In your situation, the above conditions have been met. Any capital gain or capital loss incurred on the disposal of the deceased's main residence (Property 1) is disregarded.

Section 128-15(4) of the ITAA 1997 sets out the cost base and reduce cost base of a CGT asset in the hands of the legal personal representative or beneficiary.

Subsection 128-15(4) of the ITAA 1997 states that for assets the deceased acquired after 20 September 1985 (other than a dwelling used as a main residence),the first element of the asset's cost base or reduced cost base in the hands of the legal representative is the deceased's cost base or reduced cost base on the date of death (item 1 of the table in subsection 128-15(4) of the ITAA 1997). That is, the legal representative inherits the deceased's cost base or reduced cost base.

Where the taxpayer owned the dwelling as the trustee of a deceased estate and the conditions for a full exemption are not satisfied, either a partial exemption or no exemption will be available.

Section 115-120 of the ITAA 1997 removes the availability of the CGT discount for non-resident trusts.

In determining liability to Australian tax on capital gains received by a non-resident, it is necessary to consider not only Australian income tax laws but any applicable double tax agreement (DTA).

Country B Convention Article 13 regarding income, profits or gains from the alienation of property.
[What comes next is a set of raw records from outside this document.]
package org.riffle.log;

import java.util.List;
import java.util.Objects;
import java.util.Optional;

/**
 * One log as read: a time base, its numeric channels (all of the time base's length), its text
 * channels, the faults found in its time base, and the facts of its source.
 *
 * <p>Immutable and thread-safe.
 */
public final class Recording {
    private final SourceFacts source;
    private final TimeBase time;
    private final List<Channel> channels;
    private final List<TextChannel> textChannels;
    private final List<TimeIssue> timeIssues;

    public Recording(SourceFacts source, TimeBase time, List<Channel> channels,
                     List<TextChannel> textChannels, List<TimeIssue> timeIssues) {
        this.source = Objects.requireNonNull(source, "source");
        this.time = Objects.requireNonNull(time, "time");
        this.channels = List.copyOf(channels);
        this.textChannels = List.copyOf(textChannels);
        this.timeIssues = List.copyOf(timeIssues);
        for (Channel c : this.channels) {
            if (c.size() != time.size()) {
                throw new IllegalArgumentException("channel " + c.name() + " has " + c.size()
                        + " samples but the time base has " + time.size());
            }
        }
    }

    public SourceFacts source() {
        return source;
    }

    public TimeBase time() {
        return time;
    }

    /** The numeric channels, in file order. */
    public List<Channel> channels() {
        return channels;
    }

    /** The text channels, in file order. */
    public List<TextChannel> textChannels() {
        return textChannels;
    }

    /** Gaps, duplicates and backward steps found in the time base. */
    public List<TimeIssue> timeIssues() {
        return timeIssues;
    }

    /** Number of rows. */
    public int rows() {
        return time.size();
    }

    /** The numeric channel of that name (exact match first, then case-insensitive). */
    public Optional<Channel> channel(String name) {
        for (Channel c : channels) {
            if (c.name().equals(name)) {
                return Optional.of(c);
            }
        }
        for (Channel c : channels) {
            if (c.name().equalsIgnoreCase(name)) {
                return Optional.of(c);
            }
        }
        return Optional.empty();
    }

    @Override
    public String toString() {
        return "Recording[" + source.file() + ", " + rows() + " rows, " + channels.size() + " channels]";
    }
}
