package org.riffle.log;

import java.io.IOException;
import java.io.Reader;
import java.nio.charset.StandardCharsets;
import java.nio.file.Files;
import java.nio.file.Path;
import java.time.Instant;
import java.time.LocalDateTime;
import java.time.format.DateTimeParseException;
import java.util.ArrayList;
import java.util.List;
import org.apache.commons.csv.CSVFormat;
import org.apache.commons.csv.CSVParser;
import org.apache.commons.csv.CSVRecord;

/**
 * Reads a log file into a {@link Recording}. The entry point of the {@code log} package.
 *
 * <p>Stateless and thread-safe.
 */
public final class LogReader {
    private LogReader() {
    }

    /**
     * Reads {@code file} ({@code "-"} for standard input) as the options say, detecting the rest.
     *
     * @throws LogException when the file is missing, unreadable or not a log riffle can read
     */
    public static Recording read(Path file, ReadOptions options) throws LogException {
        if (!Files.isRegularFile(file)) {
            throw new LogException(file, Files.isDirectory(file) ? "is a directory, not a log file"
                    : "no such file");
        }
        try (Reader in = Files.newBufferedReader(file, StandardCharsets.UTF_8);
             CSVParser parser = CSVFormat.DEFAULT.builder().setHeader().setSkipHeaderRecord(true).get()
                     .parse(in)) {
            List<String> names = parser.getHeaderNames();
            if (names.isEmpty()) {
                throw new LogException(file, "empty file");
            }
            int cols = names.size();
            List<float[]> data = new ArrayList<>();
            List<Double> times = new ArrayList<>();
            Instant origin = null;
            for (CSVRecord r : parser) {
                Instant t = Instant.from(LocalDateTime.parse(r.get(0).replace(' ', 'T'))
                        .atOffset(java.time.ZoneOffset.UTC));
                if (origin == null) {
                    origin = t;
                }
                times.add((t.toEpochMilli() - origin.toEpochMilli()) / 1000.0);
                float[] row = new float[cols - 1];
                for (int c = 1; c < cols; c++) {
                    row[c - 1] = Float.parseFloat(r.get(c));
                }
                data.add(row);
            }
            double[] secs = times.stream().mapToDouble(Double::doubleValue).toArray();
            double rate = secs.length > 1 ? (secs.length - 1) / (secs[secs.length - 1] - secs[0]) : 1;
            List<Channel> channels = new ArrayList<>();
            for (int c = 1; c < cols; c++) {
                float[] v = new float[data.size()];
                for (int i = 0; i < v.length; i++) {
                    v[i] = data.get(i)[c - 1];
                }
                channels.add(Channel.adopt(names.get(c), "", v));
            }
            SourceFacts facts = new SourceFacts(file.toString(), Files.size(file), "csv ','", "UTF-8",
                    List.of(), List.of());
            return new Recording(facts, TimeBase.adoptExplicit(secs, rate, origin), channels, List.of(),
                    List.of());
        } catch (IOException e) {
            throw new LogException(file, "cannot read: " + e.getMessage());
        } catch (DateTimeParseException | NumberFormatException e) {
            throw new LogException(file, "not a log riffle can read yet: " + e.getMessage());
        }
    }
}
Article 13 allocates taxing rights between Australia and Country B in respect of income arising from the alienation of real property (as defined in Article 6 of the Convention) and other items of property.

Under Article 13 income or gains derived by a resident of Country B from the alienation of real property in the Australia may be taxed in Australia.
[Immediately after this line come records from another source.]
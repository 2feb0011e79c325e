package org.riffle.log;

import java.util.ArrayList;
import java.util.Arrays;
import java.util.LinkedHashSet;
import java.util.List;
import java.util.Set;

/**
 * The growing storage of one reading pass: a {@code float[]} per column (4 bytes a cell, {@code NaN} for
 * a missing one), a {@code double[]} of seconds when the log has time, and for each column the count of
 * text cells with their first distinct values, so a mostly-text column can become a {@link TextChannel}.
 * Arrays grow by half when full; {@link #trim()} cuts them to the row count at the end.
 *
 * <p>Mutable; confined to the reading thread.
 */
final class Columns {
    /** Distinct values kept for a text column. */
    static final int DISTINCT_CAP = 64;
    /** Most rows an array can hold. */
    static final int MAX_ROWS = Integer.MAX_VALUE - 16;

    final float[][] values;
    double[] seconds;
    int rows;
    private final int[] textCells;
    private final List<Set<String>> distinct = new ArrayList<>();

    private int capacity;

    /** Storage for the columns whose {@code stored} flag is set (the others hold time), and seconds if timed. */
    Columns(boolean[] stored, boolean timed, int capacity) {
        int columns = stored.length;
        this.capacity = Math.max(16, capacity);
        values = new float[columns][];
        for (int j = 0; j < columns; j++) {
            values[j] = stored[j] ? new float[this.capacity] : null;
        }
        seconds = timed ? new double[this.capacity] : null;
        textCells = new int[columns];
        for (int j = 0; j < columns; j++) {
            distinct.add(new LinkedHashSet<>());
        }
    }

    /** Makes room for row {@link #rows}, growing to at most {@code limit} rows; false when full at the limit. */
    boolean ensureRoom(int limit) {
        if (rows < capacity) {
            return true;
        }
        if (capacity >= Math.min(limit, MAX_ROWS)) {
            return false;
        }
        int grown = (int) Math.min(Math.min(limit, MAX_ROWS), capacity + (capacity >> 1) + 16L);
        for (int j = 0; j < values.length; j++) {
            if (values[j] != null) {
                values[j] = Arrays.copyOf(values[j], grown);
            }
        }
        capacity = grown;
        if (seconds != null) {
            seconds = Arrays.copyOf(seconds, grown);
        }
        return true;
    }

    /**
     * Counts a text cell in column {@code j} and remembers it while fewer than the cap are known;
     * {@code null} counts a repeat of a cell already offered.
     */
    void text(int j, String cell) {
        textCells[j]++;
        Set<String> d = distinct.get(j);
        if (cell != null && d.size() < DISTINCT_CAP) {
            d.add(cell);
        }
    }

    int textCells(int j) {
        return textCells[j];
    }

    List<String> distinct(int j) {
        return List.copyOf(distinct.get(j));
    }

    /**
     * Keeps rows {@code [0, head)} and {@code [tailFrom, tailFrom + tail)}, back to back, in arrays of
     * exactly {@code head + tail} rows (a reading pass turning to its reduced form).
     */
    void keep(int head, int tailFrom, int tail) {
        int n = head + tail;
        for (int j = 0; j < values.length; j++) {
            if (values[j] != null) {
                System.arraycopy(values[j], tailFrom, values[j], head, tail);
                values[j] = Arrays.copyOf(values[j], n);
            }
        }
        if (seconds != null) {
            System.arraycopy(seconds, tailFrom, seconds, head, tail);
            seconds = Arrays.copyOf(seconds, n);
        }
        rows = n;
        capacity = n;
    }

    /**
     * Cuts every array to {@link #rows} when more than a sixteenth of it is unused (the rows grew past
     * the first estimate); a smaller slack, the usual one of an estimate from the file's size, is kept,
     * since the copy is tens of megabytes of fresh memory for a long log (the channels and the time base
     * hold the row count). Every array is {@code capacity} long.
     */
    void trim() {
        if (capacity - rows <= rows / 16) {
            return;
        }
        for (int j = 0; j < values.length; j++) {
            if (values[j] != null) {
                values[j] = Arrays.copyOf(values[j], rows);
            }
        }
        if (seconds != null) {
            seconds = Arrays.copyOf(seconds, rows);
        }
        capacity = rows;
    }
}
Non-residents of Australia will generally be taxed on income or capital gains from the alienation of real property situated in Australia under the CGT provisions in Part 3-1 of the ITAA 1997.

Question 2

Can you claim a credit for the relevant year of income the foreign resident capital gains withholding tax?

Answer

Yes.

A 12.5% non-final withholding tax obligation applies to the purchaser of certain Australian real property and related interests where the property is acquired from a foreign resident vendor.

The obligation arises where any vendor of the relevant property is a foreign resident. It consists of a requirement to withhold 12.5% of the first element of the cost base of the asset and paying that amount to the Commissioner at the time of acquisition (i.e., at settlement).
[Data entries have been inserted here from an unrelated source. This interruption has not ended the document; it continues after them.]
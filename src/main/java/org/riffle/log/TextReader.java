package org.riffle.log;

import java.io.ByteArrayInputStream;
import java.io.IOException;
import java.io.InputStream;
import java.io.SequenceInputStream;
import java.nio.charset.Charset;
import java.nio.charset.StandardCharsets;
import java.util.ArrayList;
import java.util.List;

/**
 * Reads a delimited text log: takes the first {@link #HEAD} bytes (more, up to the longest line allowed,
 * until they hold {@link #HEAD_LINES} lines: a log of thousands of columns) to choose the encoding and
 * sniff the layout, then streams every line once through a {@link TablePass} and hands the columns to
 * {@link Assembler}.
 *
 * <p>Stateless and thread-safe.
 */
final class TextReader {
    /** Bytes looked at before reading, at first: enough for hundreds of lines of an ordinary log. */
    static final int HEAD = 1 << 18;
    /** Complete lines the head must hold (preamble, header, units, data rows), read on for wide logs. */
    static final int HEAD_LINES = 16;
    /** Most bytes looked at before reading: one more than the longest line allowed. */
    static final int MAX_HEAD = LineReader.MAX_LINE + 1;
    private static final int BUFFER = 1 << 20;

    private TextReader() {
    }

    static Recording read(Source src, ReadOptions opt, boolean allGeneral) throws LogException {
        byte[] head;
        boolean whole;
        try {
            head = src.in.readNBytes(HEAD);
            whole = head.length < HEAD;
            while (!whole && head.length < MAX_HEAD && newlines(head, HEAD_LINES) < HEAD_LINES) {
                int want = Math.min(MAX_HEAD, 2 * head.length) - head.length;
                byte[] more = src.in.readNBytes(want);
                whole = more.length < want;
                byte[] grown = java.util.Arrays.copyOf(head, head.length + more.length);
                System.arraycopy(more, 0, grown, head.length, more.length);
                head = grown;
            }
        } catch (IOException e) {
            throw failure(src, e, 0);
        }
        Encodings.Choice enc = Encodings.choose(src.name, head, head.length, opt.charset(), whole);
        Charset cs = enc.charset();
        if (whole && head.length == enc.bomLength() && enc.bomLength() > 0) {
            throw new LogException(src.name, 0, 0, "empty file (only a UTF-8 byte-order mark)");
        }
        List<String> lines = headLines(src.name, head, enc.bomLength(), cs, whole,
                opt.charset().isPresent() && cs.equals(StandardCharsets.UTF_8), opt.skipRows().orElse(0));
        if (lines.isEmpty() && !whole) {
            throw new LogException(src.name, 1, 0, "line 1 is longer than " + LineReader.MAX_LINE
                    + " bytes: not a delimited text log (binary data, or no line breaks?)");
        }
        Layout layout = Sniffer.sniff(src.name, lines, opt, whole);
        long budget = MemoryBudget.of(opt);
        int values = layout.valueColumns();
        int blocks = Blocks.capacityFor(budget, values);
        long blockBytes = (long) blocks * values * Blocks.BYTES_PER_BLOCK;
        int rowCap = MemoryBudget.rowCap(budget, blockBytes, values, Columns.MAX_ROWS);
        int keep = MemoryBudget.keepCap(budget, blockBytes, values, rowCap);
        TablePass pass = new TablePass(src.name, layout, cs, capacity(src, head, whole), allGeneral,
                rowCap, keep, blocks);
        InputStream body = new SequenceInputStream(
                new ByteArrayInputStream(head, enc.bomLength(), head.length - enc.bomLength()), src.in);
        LineReader in = new LineReader(body, BUFFER);
        try {
            pass.run(in);
            pass.finish();
        } catch (LineReader.LineTooLong e) {
            throw new LogException(src.name, e.line, 0, "line is longer than " + LineReader.MAX_LINE
                    + " bytes: not a delimited text log (binary data, or no line breaks?)");
        } catch (IOException e) {
            throw failure(src, e, in.lineNumber());
        }
        return Assembler.build(src, layout, pass, cs, opt, budget);
    }

    /** The number of line feeds in {@code b}, counted up to {@code atMost}. */
    private static int newlines(byte[] b, int atMost) {
        int n = 0;
        for (int i = 0; i < b.length && n < atMost; i++) {
            n += b[i] == '\n' ? 1 : 0;
        }
        return n;
    }

    private static LogException failure(Source src, IOException e, long line) {
        String where = line > 0 ? " (after line " + line + ")" : "";
        return new LogException(src.name, 0, 0, e instanceof Source.Damaged ? e.getMessage() + where
                : "cannot read" + where + ": " + e.getMessage());
    }

    /**
     * The complete lines of the head, decoded, as far as the sniffer looks: to the end of the
     * {@link Sniffer#MAX_LINES}-th content line from line {@code skip + 1} on, counted as
     * {@link Sniffer#joinQuoted} counts (a quoted field spanning lines makes one line). When UTF-8 was
     * asked for, every complete line of the head is checked.
     */
    static List<String> headLines(String file, byte[] head, int from, Charset cs, boolean whole,
                                  boolean strictUtf8, int skip) throws LogException {
        List<String> out = new ArrayList<>();
        int content = 0;
        boolean inQuotes = false;
        boolean enough = false;
        long lineNo = 0;
        int s = from;
        for (int i = from; i <= head.length; i++) {
            boolean last = i == head.length;
            if (last && (!whole || s == head.length)) {
                break;
            }
            if (last || head[i] == '\n') {
                int e = i > s && head[i - 1] == '\r' ? i - 1 : i;
                lineNo++;
                if (strictUtf8) {
                    int bad = Encodings.firstBadUtf8(head, s, e);
                    if (bad >= 0) {
                        long column = new String(head, s, bad - s, cs).length() + 1;
                        throw new LogException(file, lineNo, column, "byte " + Encodings.hex(head[bad])
                                + " is not valid UTF-8; try --encoding windows-1252");
                    }
                } else if (enough) {
                    break;
                }
                if (!enough) {
                    String line = new String(head, s, e - s, cs);
                    if (!inQuotes && out.size() >= skip && !Sniffer.isBlankOrComment(line)) {
                        content++;
                    }
                    inQuotes ^= (Splitter.quotes(line) & 1) == 1;
                    out.add(line);
                    enough = content >= Sniffer.MAX_LINES && !inQuotes;
                }
                s = i + 1;
            }
        }
        return out;
    }

    /** Rows to allocate at first: from the file size and the head's bytes per line, else a small start. */
    private static int capacity(Source src, byte[] head, boolean whole) {
        int headLines = newlines(head, Integer.MAX_VALUE);
        if (whole) {
            return headLines + 1;
        }
        if (src.gzipped || src.sizeBytes <= 0 || headLines == 0) {
            return 1 << 12;
        }
        double perLine = head.length / (double) headLines;
        return (int) Math.min(1 << 28, src.sizeBytes / perLine * 1.02 + 64);
    }
}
Where the sole trustee is a foreign resident and the trust is controlled and managed outside of Australia, the trust is not a resident trust estate for Australian taxation purposes.

In your case, upon the death of the deceased, the property transferred to the non-resident trustee who manages the estate outside of Australia. Under section 128-15 of the ITAA 1997 any capital gain or loss made on this transfer is disregarded. The property is now held by the non-resident trustee on behalf of the non-resident trust estate.

The vendor will need to lodge a tax return and claim a credit for the withheld amount taken from their sale proceeds, declare any capital gain from the disposal of the asset (or declaring an amount of '0' if there is no capital gain or there was a capital loss).

A credit for the amount withheld for foreign resident capital gains is applicable to the year the contract was signed.

A credit may be refunded in the relevant tax return if they don't have to pay capital gains tax on the sale of the property (for example, because it was a main residence).

In your case, the Foreign Resident Capital Gains Withholding Purchaser payment notifications (PPN) rests against the non-resident trustee. The trustee can apply for credit of the withholding, and additional information should accompany the lodgement confirming the trustee of the intestacy and the relevant PPN lodgement receipt numbers.